__THE TASK__: Copy each line of the data that has "createProbePool" in it.

*** DATA EXCERPTS ***

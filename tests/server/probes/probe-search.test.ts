import { afterAll, beforeAll, describe, expect, it } from "vitest";
import { probeSearchSchema } from "../../../shared/schemas/probes";
import { rateCouplings, rateEnsemble } from "../../../server/engine/ensembles/rate/rate.ensemble";
import { rateNetworkFromMatrix } from "../../../server/engine/ensembles/rate/rate-network";
import { runStarts } from "../../../server/engine/equilibria/run-starts";
import { matrixStats } from "../../../server/modules/probes/analysis/matrix-stats";
import { drawProbeStart } from "../../../server/modules/probes/analysis/search-chunk";
import { createProbePool, sharedMatrix, type ProbePool } from "../../../server/modules/probes/probe.pool";
import { chunkBounds, runProbeSearch } from "../../../server/modules/probes/probe-search";

// The probe search on the pool's threads: chunks of starts merged into distinct equilibria, and
// the comparison networks aggregated as a map cell would be.

let pool: ProbePool;
beforeAll(() => {
  pool = createProbePool({ threads: 2 });
});
afterAll(async () => {
  await pool?.close();
});

function facts(j: Float64Array, n: number, mu: number) {
  return { couplings: sharedMatrix(j), n, mu, nonlinearity: "tanh", input: null, stats: matrixStats(j, n) };
}

describe("chunkBounds", () => {
  it("covers every start once in chunks of at least 8, at most 16 chunks", () => {
    for (const S of [1, 7, 8, 64, 100, 512]) {
      const b = chunkBounds(S);
      expect(b.reduce((a, c) => a + c.count, 0)).toBe(S);
      expect(b.length).toBeLessThanOrEqual(16);
      b.forEach((c, k) => expect(c.first).toBe(k === 0 ? 0 : b[k - 1].first + b[k - 1].count));
    }
  });
});

describe("runProbeSearch", () => {
  it("finds the two stable equilibria ±(a, a), a = 2 tanh a, of dx/dt = −x + [[0, 2], [2, 0]] tanh x", async () => {
    const J = Float64Array.from([0, 2, 2, 0]);
    const settings = probeSearchSchema.parse({ starts: 40, compareNetworks: 0 });
    const out = await runProbeSearch(pool, facts(J, 2, 1), settings);
    const { result, states } = out.merged;
    expect(out.comparison).toBeNull();
    expect(out.skippedComparison).toMatch(/No comparison networks/);
    const stable = result.equilibria.filter((e) => e.stable);
    expect(stable).toHaveLength(2);
    for (const e of stable) {
      const [x1, x2] = states[e.e];
      // Defining identity of the equilibrium: x1 = x2 = a with a = 2 tanh(a) (μ = 1).
      expect(x1).toBeCloseTo(x2, 10);
      expect(Math.abs(Math.abs(x1) - 2 * Math.tanh(Math.abs(x1)))).toBeLessThan(1e-10);
      expect(e.index).toBe(0);
    }
    expect(result.equilibria.reduce((a, e) => a + e.hits, 0)).toBe(result.runs.settled);
    expect(result.traces.map((t) => t.start)).toEqual([0, 1, 2]);
    expect(result.convergedShare.n).toBe(40);
  });

  it("finds the same distinct equilibria as one runStarts over all starts (N = 8 rate matrix)", async () => {
    const params = rateEnsemble.validate({ N: 8, g: 2.2 });
    const J = rateCouplings(params, rateEnsemble.draw(params, 3, 0), 0.6);
    const settings = probeSearchSchema.parse({ starts: 48, compareNetworks: 3, tMax: 150 });
    const out = await runProbeSearch(pool, facts(J, 8, 1), settings, () => {});
    const network = rateNetworkFromMatrix(J, 1);
    const starts = Array.from({ length: 48 }, (_, s) => drawProbeStart(settings.seed, s, 8, network.stateScale));
    const direct = runStarts(network, starts, { tMax: 150 });
    const directStable = direct.equilibria.items.filter((e) => e.stable);
    const found = out.merged.result.equilibria.filter((e) => e.stable);
    expect(directStable.length).toBeGreaterThan(1);
    expect(found.length).toBe(directStable.length);
    for (const e of directStable) {
      const match = found.some((f) => out.merged.states[f.e].every((v, i) => Math.abs(v - e.x[i]) < 1e-6 * Math.max(1, e.normInf)));
      expect(match).toBe(true);
    }
    expect(out.comparison).not.toBeNull();
    expect(out.comparison!.networks).toBe(3);
    expect(out.comparison!.perNetwork).toHaveLength(3);
    expect(out.comparison!.tau).toBeCloseTo(matrixStats(J, 8).tau!.estimate, 12);
    expect(out.comparison!.aggregate.meanStable.n).toBe(3);
  });

  it("reports progress up to every start and network", async () => {
    const params = rateEnsemble.validate({ N: 5, g: 1.5 });
    const J = rateCouplings(params, rateEnsemble.draw(params, 1, 0), 0.3);
    const seen: { startsDone: number; networksDone: number }[] = [];
    await runProbeSearch(pool, facts(J, 5, 1), probeSearchSchema.parse({ starts: 20, compareNetworks: 2 }), (p) => seen.push(p));
    expect(seen.at(-1)).toEqual({ startsDone: 20, networksDone: 2 });
    expect(seen.length).toBe(chunkBounds(20).length + 2);
  });
});
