import { useCallback, useRef, useState, type PointerEvent } from "react";
import { slotOf, useGridFocus } from "../../hooks/use-grid-focus";
import type { CellPaint } from "../../lib/cell-paints";
import { SPECIAL_FILLS } from "../../lib/palettes";
import { band } from "../../../../lib/axis-scale";
import { HeatCells } from "./heat-cells";

interface CellLayerProps {
  muSteps: number;
  tauSteps: number;
  width: number;
  height: number;
  paints: readonly CellPaint[];
  /** Makes the cells focusable and clickable. */
  onOpen?: (i: number, j: number) => void;
  /** The slot under the pointer or with the keyboard focus (null when none). */
  onHover?: (slot: number | null) => void;
}

/**
 * The cells with their interaction: one listener set for all of them (pointer, click, keys),
 * roving focus, and a ring around the cell pointed at. Hover state lives here, so moving the
 * pointer redraws the ring, not the figure.
 */
export function CellLayer({ muSteps, tauSteps, width, height, paints, onOpen, onHover }: CellLayerProps) {
  const ref = useRef<SVGGElement>(null);
  const open = useCallback((k: number) => onOpen?.(k % muSteps, Math.floor(k / muSteps)), [onOpen, muSteps]);
  const focus = useGridFocus(ref, muSteps, tauSteps, onOpen ? open : undefined);
  const [hover, setHover] = useState<number | null>(null);
  const interactive = Boolean(onOpen);
  const ring = hover ?? (focus.focused ? focus.active : null);

  const point = (e: PointerEvent) => {
    const k = slotOf(e.target);
    if (k === hover) return;
    setHover(k);
    onHover?.(k);
  };
  const leave = () => {
    setHover(null);
    onHover?.(focus.focused ? focus.active : null);
  };
  const box = ring === null ? null : { x: band(ring % muSteps, muSteps, [0, width]), y: band(Math.floor(ring / muSteps), tauSteps, [height, 0]) };

  return (
    <>
      <g
        ref={ref}
        className={interactive ? "cursor-pointer [&_rect]:outline-none" : undefined}
        shapeRendering="crispEdges"
        role={interactive ? "group" : undefined}
        aria-label={interactive ? "Cells: arrow keys move, Enter opens the cell" : undefined}
        onKeyDown={interactive ? focus.onKeyDown : undefined}
        onFocus={(e) => {
          if (!interactive) return;
          focus.onFocus(e);
          onHover?.(slotOf(e.target));
        }}
        onBlur={interactive ? focus.onBlur : undefined}
        onClick={(e) => {
          const k = slotOf(e.target);
          if (interactive && k !== null) open(k);
        }}
        onPointerMove={onHover ? point : undefined}
        onPointerLeave={onHover ? leave : undefined}
      >
        <HeatCells muSteps={muSteps} tauSteps={tauSteps} width={width} height={height} paints={paints} active={interactive ? focus.active : -1} />
      </g>
      {box && <rect data-export="skip" pointerEvents="none" x={box.x.start} y={box.y.start} width={box.x.size} height={box.y.size} fill="none" stroke={SPECIAL_FILLS.ink} strokeWidth={2} />}
    </>
  );
}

*** End of DATA EXCERPTS ***

__RESULT BELOW__:
import { createProbePool, sharedMatrix, type ProbePool } from "../../../server/modules/probes/probe.pool";
  pool = createProbePool({ threads: 2 });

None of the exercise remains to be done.